Compounds and Methods for Blocking Transmission of Malarial Parasites

Malaria continues to be a life-threatening disease, causing roughly 241 million cases and an estimated 627,000 deaths in 2020, mostly among African children, although in 2020 nearly half of the world’s population was at risk of malaria. There is a big financial burden for antimalarial treatment; direct costs (for example, illness, treatment, premature death) have been estimated to be at least US $12 billion per year and the cost in lost economic growth is many times more than that. Human malaria is caused by five parasites, including Plasmodium falciparum, Plasmodium vivax, Plasmodium malariae, Plasmodium ovale, and Plasmodium knowlesi. Plasmodium falciparum (p. falciparum) is the most virulent species, which is responsible for the majority of human malaria-related morbidity and mortality. The transmission of malaria starts with injection of sporozoites, during the bite of a female Anopheles mosquito. The sporozoites then travel to liver cells and begin asexual merozoites production. Through infecting new red blood cells, the merozoites either initiate asexual multiplication cycles or develop into sexual gametocytes. Gametocytes are taken up by a fertilized mosquito when biting an infected person, where the male and female gametocytes fuse, form a zygote, and develop to new sporozoites for human infections. Although current therapies can clear the asexual stages of malaria parasites, their abilities to eliminate the gametocyte and liver stages are limited. Primaquine (PQ) is the only drug that can kill both gametocytes and liver stages. Promising malaria eradication has been recently reported using a PQ and artemisinin combination therapy (ACT) in test regions. However, the PQ is not widely recommended for treating malaria due to causing hemolytic anemia in patients with glucose-6-phosphate dehydrogenase deficiency. Thus, new anti-gametocyte drugs are urgently needed.

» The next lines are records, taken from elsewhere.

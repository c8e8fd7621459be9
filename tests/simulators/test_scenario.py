"""Scenario generation: windows over a long horizon, wear ramps in the plant, ambient cycles, faults in the truth.

Windows are kept short (a few hundred samples): every simulated second costs CPU.
"""

from __future__ import annotations

import dataclasses

import numpy as np
import pytest
from numpy.testing import assert_allclose, assert_array_equal

from shadow.ingest.wire import Released, SequenceTracker
from shadow.monitoring import RobotMonitor
from simulators.live import rated_platform_force_n
from simulators.run import DemoEffects
from simulators.scenario import SECONDS_PER_DAY, ScenarioWindow, generate, parse_scenario

KELVIN = 273.15  # 0 degC in kelvin (SI definition)

DELTA = """
format = "shadow-scenario/1"
name = "test-delta"
robot = "delta_packaging"
robot_id = "sim-delta"
seed = 17
start = 2026-03-02T06:00:00Z
horizon_days = 30

[sampling]
windows = 6
window_s = 0.3
windows_per_run = 4

[environment]
ambient_mean_c = 22.0
ambient_amplitude_k = 10.0
ambient_period_days = 7.0
ambient_peak_day = 1.0

[plant]
drive_self_heating_k = 8.0

[[faults.wear]]
actuator = 2
rise_fraction = 0.6
start_day = 4
end_day = 24
terms = ["coulomb", "viscous"]

[[faults.wear]]
actuator = 3
rise_fraction = 0.2
start_day = 10
end_day = 20
terms = ["static"]

[[faults.payload_steps]]
day = 15
tool_mass_kg = 0.5

[faults.picks]
missed_fraction = 0.5
double_fraction = 0.3

[[faults.impacts.listed]]
window = 2
offset_s = 0.1
peak_rated_fraction = 0.5
duration_s = 0.02
direction = [0.0, 0.0, -2.0]
profile = "haversine"

[[faults.sensor]]
kind = "dropout"
windows = [1]
offset_s = 0.1
duration_s = 0.05

[[faults.sensor]]
kind = "spike"
windows = [0, 3]
actuator = 1
size_rated_fraction = 0.4
count = 2

[[faults.sensor]]
kind = "stuck"
windows = [4]
actuator = 3
signal = "position"
offset_s = 0.1
duration_s = 0.1

[[faults.sensor]]
kind = "clock_jitter"
windows = [2]
std_s = 1e-4

[[faults.sensor]]
kind = "duplicate"
windows = [5]
count = 2

[[faults.sensor]]
kind = "out_of_order"
windows = [3]
delay_messages = 2
"""


@pytest.fixture(scope="module")
def delta_windows() -> tuple[object, list[ScenarioWindow]]:
    sc = parse_scenario(DELTA, "test-delta.toml")
    return sc, list(generate(sc))


def test_windows_span_the_horizon_with_continuing_sequence_numbers(delta_windows) -> None:
    sc, windows = delta_windows
    assert [w.index for w in windows] == list(range(6))
    first, last = windows[0].batches[0].t[0], max(float(b.t[-1]) for b in windows[-1].batches)
    assert abs(first - sc.start_s) < 1e-3
    assert abs(last - (sc.start_s + 30 * SECONDS_PER_DAY)) < 2e-3  # the last window ends on the horizon
    for a, b in zip(windows, windows[1:], strict=False):
        assert b.truth.first_seq == a.truth.last_seq + 1
        assert b.start_s > a.end_s
        assert b.start_s == pytest.approx(sc.start_s + b.day * SECONDS_PER_DAY, abs=1e-6)
    for w in windows:
        assert all(batch.robot_id == "sim-delta" for batch in w.batches)
        assert w.truth.n_published == 30  # 300 samples in messages of 10


def test_wear_ramp_sets_the_plant_friction_of_each_window(delta_windows) -> None:
    sc, windows = delta_windows
    nominal_c = np.asarray(sc.description.friction.coulomb)  # the description's friction, joint side
    nominal_b = np.asarray(sc.description.friction.viscous)
    hump = DemoEffects().static_to_coulomb  # the plant's F_s / F_c before wear
    for w in windows:
        d = w.day
        ramp2 = 1.0 + 0.6 * np.clip((d - 4.0) / 20.0, 0.0, 1.0)  # declared: +60 % from day 4 to day 24
        ramp3 = 1.0 + 0.2 * np.clip((d - 10.0) / 10.0, 0.0, 1.0)  # declared: static +20 % from day 10 to day 20
        f = w.truth.friction  # read back from the plant's run
        assert_allclose(f.coulomb, nominal_c * [1.0, ramp2, 1.0], rtol=1e-12)
        assert_allclose(f.viscous_ref, nominal_b * [1.0, ramp2, 1.0], rtol=1e-12)
        assert_allclose(f.static, hump * nominal_c * [1.0, ramp2, ramp3], rtol=1e-12)
        assert [r.factor for r in w.truth.wear] == pytest.approx([ramp2, ramp3], rel=1e-12)
    assert windows[0].truth.friction.coulomb[1] == nominal_c[1]  # before the ramp
    assert windows[-1].truth.friction.coulomb[1] == pytest.approx(1.6 * nominal_c[1])  # after its end


def test_drive_temperatures_follow_the_ambient_cycle(delta_windows) -> None:
    sc, windows = delta_windows
    ambients = []
    for w in windows:
        ambient = 22.0 + 10.0 * np.cos(2 * np.pi * (w.day - 1.0) / 7.0)  # the declared cycle
        assert w.truth.ambient_c == pytest.approx(ambient, abs=1e-9)
        assert_allclose(w.truth.drive_temperature_start_c, np.full(3, ambient + 8.0), atol=1e-9)
        published = w.batches[0].temperature_k[0] - KELVIN
        assert_allclose(published, np.full(3, ambient + 8.0), atol=1e-9)
        assert_allclose(w.truth.drive_temperature_mean_c, ambient + 8.0, atol=0.5)  # slow thermal model
        ambients.append(ambient)
    assert max(ambients) - min(ambients) > 10.0


def test_payload_step_and_pick_faults_are_in_the_truth(delta_windows) -> None:
    sc, windows = delta_windows
    for w in windows:
        assert w.truth.tool_mass_kg == (0.5 if w.day >= 15.0 else sc.description.tool.tool_mass_kg)
        for p in w.truth.pick_faults:
            assert w.start_s <= p.pick_s < w.end_s + 1e-3 and p.release_s > p.pick_s
            carried = w.truth.carried_work_piece_masses_kg[p.cycle]
            assert carried == p.carried_mass_kg
            if p.kind == "missed":
                assert carried == 0.0
            else:
                assert carried > 1.5 * sc.description.tool.work_piece_mass_kg
    kinds = [p.kind for w in windows for p in w.truth.pick_faults]
    assert "missed" in kinds and "double" in kinds


def test_listed_impact_is_in_its_window(delta_windows) -> None:
    sc, windows = delta_windows
    assert [len(w.truth.impacts) for w in windows] == [0, 0, 1, 0, 0, 0]
    (imp,) = windows[2].truth.impacts
    assert imp.start_s == pytest.approx(windows[2].start_s + 0.1, abs=1e-9)
    assert imp.peak_n == pytest.approx(0.5 * rated_platform_force_n(sc.description))
    assert imp.direction == (0.0, 0.0, -1.0) and imp.profile == "haversine" and imp.listed


def test_sensor_faults_appear_in_the_messages_and_the_truth(delta_windows) -> None:
    sc, windows = delta_windows
    kinds = {w.index: sorted({f.kind for f in w.truth.sensor_faults}) for w in windows}
    assert kinds == {0: ["spike"], 1: ["dropout"], 2: ["clock_jitter"], 3: ["out_of_order", "spike"], 4: ["stuck"],
                     5: ["duplicate"]}  # fmt: skip
    # dropout: 50 ms from 0.1 s are the five messages starting at 0.10 .. 0.14 s
    (drop,) = windows[1].truth.sensor_faults
    expected = tuple(range(windows[1].truth.first_seq + 10, windows[1].truth.first_seq + 15))
    assert drop.seqs == expected
    assert {b.seq for b in windows[1].batches}.isdisjoint(expected)
    assert windows[1].truth.n_delivered == 25
    # spikes: a single current sample of actuator 1, 0.4 of the rated torque in amperes
    gains = sc.description.parameters.drives[0]
    rated_a = 0.4 * gains.rated_effort / (gains.gear_ratio * gains.efficiency * gains.torque_constant_nm_per_a)
    for f in (f for f in windows[0].truth.sensor_faults if f.kind == "spike"):
        assert f.actuator == 1 and abs(f.detail["size"]) == pytest.approx(rated_a, rel=1e-9)
        batch = next(b for b in windows[0].batches if b.seq == f.seqs[0])
        assert f.start_s in batch.t.tolist()
    # stuck encoder of actuator 3 over 0.1 .. 0.2 s
    (stuck,) = windows[4].truth.sensor_faults
    q = np.concatenate([b.q for b in windows[4].batches if b.seq in stuck.seqs])
    t = np.concatenate([b.t for b in windows[4].batches if b.seq in stuck.seqs])
    held = (t >= stuck.start_s) & (t <= stuck.end_s)
    assert held.sum() == 100 and np.all(q[held, 2] == stuck.detail["value"])
    # duplicates and a late message
    seqs = [b.seq for b in windows[5].batches]
    for f in windows[5].truth.sensor_faults:
        assert seqs.count(f.seqs[0]) == 2
    (late,) = (f for f in windows[3].truth.sensor_faults if f.kind == "out_of_order")
    order = [b.seq for b in windows[3].batches]
    assert order.index(late.seqs[0]) == late.seqs[0] - windows[3].truth.first_seq + 2
    # clock jitter keeps the stamps of the window increasing
    t2 = np.concatenate([b.t for b in windows[2].batches])
    assert np.all(np.diff(t2) > 0.0)


def test_the_monitor_takes_the_windows_after_the_sequence_tracker(delta_windows) -> None:
    sc, windows = delta_windows
    monitor = RobotMonitor(sc.robot_id, sc.description)
    tracker = SequenceTracker(reorder_window=4)
    for w in windows:
        released = [e.batch for b in w.batches for e in tracker.push(b) if isinstance(e, Released)]
        monitor.process_many(released)  # raises on a batch it cannot take
    assert tracker.state.next_seq == windows[-1].truth.last_seq + 1


SMALL = """
format = "shadow-scenario/1"
name = "small"
robot = "delta_packaging"
seed = 3
horizon_days = 2

[sampling]
windows = 2
window_s = 0.1

[faults.impacts]
window_fraction = 1.0
duration_s = 0.01

[[faults.impacts.listed]]
window = 1
offset_s = 0.05

[[faults.sensor]]
kind = "spike"
actuator = 2
size_rated_fraction = 0.3
window_fraction = 0.5
"""


def _fingerprint(windows: list[ScenarioWindow]) -> list[object]:
    out: list[object] = []
    for w in windows:
        out.append(w.truth.to_dict())
        for b in w.batches:
            out.append((b.seq, b.t.tobytes(), b.q.tobytes(), b.current.tobytes(), b.temperature_k.tobytes()))
    return out


def test_same_seed_same_stream_other_seed_other_stream() -> None:
    sc = parse_scenario(SMALL, "small.toml")
    a, b = list(generate(sc)), list(generate(sc))
    assert _fingerprint(a) == _fingerprint(b)
    other = list(generate(dataclasses.replace(sc, seed=4)))
    assert _fingerprint(other) != _fingerprint(a)
    assert [[i.listed for i in w.truth.impacts] for w in a] == [[False], [True]]  # listed ones replace a draw
    assert a[1].truth.impacts[0].start_s == pytest.approx(a[1].start_s + 0.05, abs=1e-9)


def test_hexapod_scenario_carries_the_stepped_fixture() -> None:
    text = SMALL.replace('robot = "delta_packaging"', 'robot = "hexapod_inspection"')
    text = (
        text.replace("window_s = 0.1", "window_s = 0.2") + "\n[[faults.payload_steps]]\nday = 1.0\ntool_mass_kg = 7.0\n"
    )
    sc = parse_scenario(text, "hex.toml")
    windows = list(generate(sc))
    nominal = sc.description.tool.payload_parameters()
    assert_allclose(windows[0].truth.payload_parameters, nominal, rtol=1e-12)
    assert_allclose(windows[1].truth.payload_parameters, nominal * 7.0 / nominal[0], rtol=1e-12)
    assert windows[1].truth.tool_mass_kg == 7.0
    assert windows[1].truth.work_piece_mass_kg == sc.description.tool.work_piece_mass_kg  # the part is unchanged
    batch = windows[0].batches[0]
    assert batch.q.shape == (5, 6) and batch.effort is not None  # 250 Hz, 20 ms messages, leg forces
    assert_array_equal(np.diff([b.seq for b in windows[1].batches]), 1)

Previously, we have shown that mTOR inhibitor Torin2 has potent gametocytocidal activity. Through chemistry optimization, we have developed a series Torin2 analogues capable of selectively killing parasites. We have also shown that imidazo [1,5]quinoline analogues can selectively killing asexual and sexual parasites. Through chemistry optimization, we have identified 2-imino Torin analogues and 2-iminoimidazo[1,5]quinoline analogues that are efficacious in killing asexual, gametocyte, and liver stage parasites. These 2-imino analogues have demonstrated single oral dose cure in multiple in vivo efficacy studies in mice.